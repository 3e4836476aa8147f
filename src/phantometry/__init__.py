"""phantometry: quantitative image-quality analysis of PET phantom scans.

Results support, and do not replace, a qualified medical physicist; follow local regulations
and the scanner maker's acceptance procedures.
"""

from importlib.metadata import PackageNotFoundError, version

try:
    __version__ = version("phantometry")
except PackageNotFoundError:  # running from a source tree without installation
    __version__ = "0.0.0+unknown"

from .errors import PhantometryError, PhantomNotFound, UnsupportedSeries  # noqa: E402
from .volume import Volume  # noqa: E402

__all__ = ["PhantometryError", "PhantomNotFound", "UnsupportedSeries", "Volume", "__version__"]
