# =============================================================================== public
def locate(
    volume: Volume,
    template: Template,
    *,
    axis_insert: str,
    hot: dict[str, bool] | None = None,
    activity_ratio: dict[str, float] | None = None,
    overrides: dict[str, np.ndarray] | None = None,
    where: str | None = None,
) -> Placement:
    """Find a body phantom described by ``template`` in ``volume``.

    Parameters
    ----------
    axis_insert : str
        The cold insert on the phantom axis (found first; the template's ``analysis.axis_insert``).
    hot : dict name -> bool
        Which spheres are hot (True) or cold (False), from the fill record; all hot if omitted.
    activity_ratio : dict name -> float
        Expected insert : background concentration ratio (for the ring profile model).
    overrides : dict name -> (3,) world mm
        Manual centres (``--centre NAME=x,y,z``). With three or more spheres given, the
        placement is the rigid fit to them and no search is made.
    where : str
        How to name the image in messages (file or folder).

    Raises
    ------
    PhantomNotFound
        When the phantom cannot be found or the fit is poor; the message says why.
    """
    where = where or (volume.source or "image")
    if template.background is None or not template.spheres:
        raise TemplateError(f"template {template.name}: locate() handles body phantoms (spheres and background ROIs)")
    overrides = {k: np.asarray(v, float) for k, v in (overrides or {}).items()}
    for name in overrides:
        template.insert(name)  # raises for unknown names
    spheres = template.spheres
    hot = {s.name: True for s in spheres} | (hot or {})
    ratio = {s.name: 4.0 for s in spheres} | (activity_ratio or {})
    body = find_body(volume, where)
    expected = _template_extent(template)
    rel = body.extent_mm / expected
    if np.any(rel < 0.6) or np.any(rel > 1.6):
        raise PhantomNotFound(size_mismatch_message(where, body.extent_mm, template))
    bg = body.background
    sphere_overrides = [s for s in spheres if s.name in overrides]
    ring_score = None
    if len(sphere_overrides) >= 3:
        rot, t = kabsch(
            np.array([s.centre_mm for s in sphere_overrides]), np.array([overrides[s.name] for s in sphere_overrides])
        )
    else:
        axis_ins = template.insert(axis_insert)
        a0, d = find_axis(volume, body, axis_ins, where)
        ring_r = float(np.median([math.hypot(s.centre_mm[0] - axis_ins.centre_mm[0], s.centre_mm[1] - axis_ins.centre_mm[1]) for s in spheres]))
        off, u, v = _sphere_plane_offset(volume, template, body, a0, d, bg, ring_r, where)
        a_plane = a0 + off * d
        n_bins = 360
        theta = (np.arange(n_bins) + 0.5) * 2 * np.pi / n_bins
        radii = np.linspace(ring_r - 3, ring_r + 3, 5)
        zs = np.linspace(-2, 2, 3)
        pts = (
            a_plane
            + zs[:, None, None, None] * d
            + (radii[None, :, None, None] * np.cos(theta)[None, None, :, None]) * u
            + (radii[None, :, None, None] * np.sin(theta)[None, None, :, None]) * v
        )
        profile = np.nanmean(sample_world(volume, pts), axis=(0, 1)) - bg
        amps = {s.name: (bg * (ratio[s.name] - 1.0) if hot[s.name] else -bg) for s in spheres}
        model = _ring_profile_model(template, amps, n_bins, ring_r)
        theta0, hand, ring_score = _match_rotation(np.nan_to_num(profile), model)
        if ring_score < 0.3:
            raise PhantomNotFound(
                f"{where}: the sphere ring does not match template {template.name} (match score {ring_score:.2f} < 0.30); "
                "check the fill record (hot/cold spheres) and the template, or give --centre NAME=x,y,z for three spheres"
            )
        rot, t = _pose_from_axis(a_plane, d, u, v, theta0, hand, template, axis_ins)
    fits: dict[str, InsertFit] = {}
    noise = max(body.noise_sd, 1e-6 * bg)
    for _round in range(2):
        refined: dict[str, tuple[np.ndarray, float]] = {}
        pairs: list[tuple[np.ndarray, np.ndarray, float]] = []  # (template, world, weight)
        for s in spheres:
            if s.name in overrides:
                continue
            pred = rot @ np.asarray(s.centre_mm, float) + t
            win = s.diameter_mm / 2 + 0.5 * max(4.0, float(np.max(volume.spacing_mm)))
            try:
                c, signal = refine_centre(volume, pred, win, 1.0 if hot[s.name] else -1.0, bg)
            except PhantomNotFound:
                raise PhantomNotFound(
                    f"{where}: {s.name} would lie outside the image; is the whole phantom in the field of view?"
                ) from None
            n_vox = 4 / 3 * math.pi * win**3 / (volume.voxel_volume_ml * 1000.0)
            snr = signal / (noise * math.sqrt(max(n_vox, 1.0)))
            refined[s.name] = (c, snr)
            if snr > 3 and np.linalg.norm(c - pred) < s.diameter_mm / 2 + 6:
                pairs.append((np.asarray(s.centre_mm, float), c, s.diameter_mm**2 * min(snr, 50.0)))
        top_weight = max([w for *_, w in pairs] or [1.0])
        pairs += [(np.asarray(s.centre_mm, float), overrides[s.name], 10 * top_weight) for s in sphere_overrides]
        if len(pairs) < 3:
            raise PhantomNotFound(
                f"{where}: fewer than three spheres stand out from the background; check the fill record (hot/cold) "
                "and the template, or give --centre NAME=x,y,z for three spheres"
            )
        rot, t = kabsch(np.array([p for p, _, _ in pairs]), np.array([q for _, q, _ in pairs]), np.array([w for *_, w in pairs]))
    warnings: list[str] = []
    resid_big = []
    for s in spheres:
        pred = rot @ np.asarray(s.centre_mm, float) + t
        if s.name in overrides:
            fits[s.name] = InsertFit(s.name, overrides[s.name], None, float(np.linalg.norm(overrides[s.name] - pred)), None, "override")
            continue
        c, snr = refined[s.name]
        res = float(np.linalg.norm(c - pred))
        fits[s.name] = InsertFit(s.name, pred, c, res, snr, "fit")
        if snr > 10 and s.diameter_mm >= 20:
            resid_big.append(res)
        if snr > 5 and res > max(2.0, 0.75 * float(np.max(volume.spacing_mm))):
            warnings.append(f"{s.name}: refined centre is {res:.1f} mm from the rigid fit (sphere off its nominal place?)")
    tol = max(3.0, 1.5 * float(np.max(volume.spacing_mm)))
    if resid_big and max(resid_big) > tol:
        raise PhantomNotFound(
            f"{where}: poor fit of template {template.name}: large spheres are up to {max(resid_big):.1f} mm from the "
            f"rigid placement (tolerance {tol:.1f} mm); give --centre NAME=x,y,z for three spheres"
        )
    for ins in template.inserts:
        if ins.role != "sphere":
            c = overrides.get(ins.name)
            fits[ins.name] = InsertFit(
                ins.name,
                c if c is not None else rot @ np.asarray(ins.centre_mm, float) + t,
                None,
                None,
                None,
                "override" if c is not None else "template",
            )
    return Placement(template, rot, t, bg, body.noise_sd, fits, ring_score, warnings)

= = = = = = =

To do: Among the records above, extract exactly the lines from the line with "How to name" to the line with "locate() handles body", both lines included, and leave out the rest.

Solution for this task:
        How to name the image in messages (file or folder).

    Raises
    ------
    PhantomNotFound
        When the phantom cannot be found or the fit is poor; the message says why.
    """
    where = where or (volume.source or "image")
    if template.background is None or not template.spheres:
        raise TemplateError(f"template {template.name}: locate() handles body phantoms (spheres and background ROIs)")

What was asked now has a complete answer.